Machine Learning Approaches for Real-Time Carbon Emission Prediction: A Comparative Study of Ensemble and Regression Algorithms
Keywords:
Carbon Emission Prediction, Machine Learning, Random Forest, XGBoost, Regression Analysis, Ensemble Methods, Environmental Sustainability, Flask Framework, Feature Engineering, Emission Rating.Abstract
Climate change driven by anthropogenic greenhouse
gas emissions represents a critical global challenge,
with transportation sector contributing approximately
24% of global CO₂ emissions. Traditional
dynamometer-based emission testing fails to capture
real-world driving variability and vehicle-specific
parameters. This paper presents a comprehensive
machine learning framework for real-time prediction
of vehicular carbon dioxide emissions through
comparative evaluation of six regression algorithms:
Linear Regression, Random Forest, Decision Tree,
XGBoost, AdaBoost, and Lasso. The system employs a
synthetic dataset of 7,000 vehicle records with nine
features including engine size, cylinder count, fuel
type, transmission configuration, and fuel
consumption metrics. Feature engineering
incorporates power-to-weight ratio, efficiency index,
and polynomial transformations capturing non-linear
emission relationships. Ensemble methods
demonstrate superior performance, with Random
Forest achieving R² = 99.34%, MAE = 4.54 g/km,
RMSE = 7.83 g/km, outperforming individual learners
by 15-35%. XGBoost attains R² = 98.76% with
gradient boosting optimization. A Flask web
application provides interactive prediction interface
with Bootstrap 5 dark theme, user authentication via
Werkzeug password hashing, SQLite database for
prediction history tracking, and Chart.js analytics
dashboard visualizing emission trends. The system
implements 10-point environmental rating algorithm
classifying vehicles from 'Excellent' (≤100 g/km) to
'Very Poor' (>300 g/km), promoting environmental
awareness. Performance evaluation across 1,400 test
samples validates prediction accuracy within ±10
g/km for 96.3% of cases. Docker containerization
enables scalable deployment on cloud platforms.

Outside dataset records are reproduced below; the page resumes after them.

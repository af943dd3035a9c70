"""tideleg plans, sizes and defends bidirectional DC-DC stages over whole missions.

The names below are the public face: what a plan runner, a notebook or a stranger's plugin may import.
"""

from tideleg import quantity
from tideleg.contract import (
    BOUNDARY,
    CONDUCTION,
    CONTINUOUS,
    DISCONTINUOUS,
    IDLE,
    CooledPart,
    CoolingModel,
    Exchange,
    Flow,
    Line,
    LossModel,
    LossTerm,
    Operation,
    PartKind,
    Point,
    Position,
    Slot,
    Timing,
    Topology,
    Winding,
    hookimpl,
)
from tideleg.errors import InputError, NoEquilibriumError, PlanError, PluginError, ProfileError, TidelegError
from tideleg.network import Mass, Network, Path, Seat
from tideleg.waveform import FloatArray, Segment, Values, Waveform

__all__ = [
    "BOUNDARY",
    "CONDUCTION",
    "CONTINUOUS",
    "DISCONTINUOUS",
    "IDLE",
    "CooledPart",
    "CoolingModel",
    "Exchange",
    "FloatArray",
    "Flow",
    "InputError",
    "Line",
    "LossModel",
    "LossTerm",
    "Mass",
    "Network",
    "NoEquilibriumError",
    "Operation",
    "PartKind",
    "Path",
    "PlanError",
    "PluginError",
    "Point",
    "Position",
    "ProfileError",
    "Seat",
    "Segment",
    "Slot",
    "TidelegError",
    "Timing",
    "Topology",
    "Values",
    "Waveform",
    "Winding",
    "hookimpl",
    "quantity",
]

__version__ = "0.1.0"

Comparative analysis reveals Random Forest's
robustness to outliers and non-linear patterns, while
XGBoost provides superior interpretability through
feature importance metrics. The platform successfully
democratizes carbon footprint assessment, enabling
consumers, fleet managers, and policymakers to make
data-driven decisions toward sustainable
transportation. Integration with real-time GPS and
OBD-II systems represents promising future
enhancement for dynamic emission monitoring.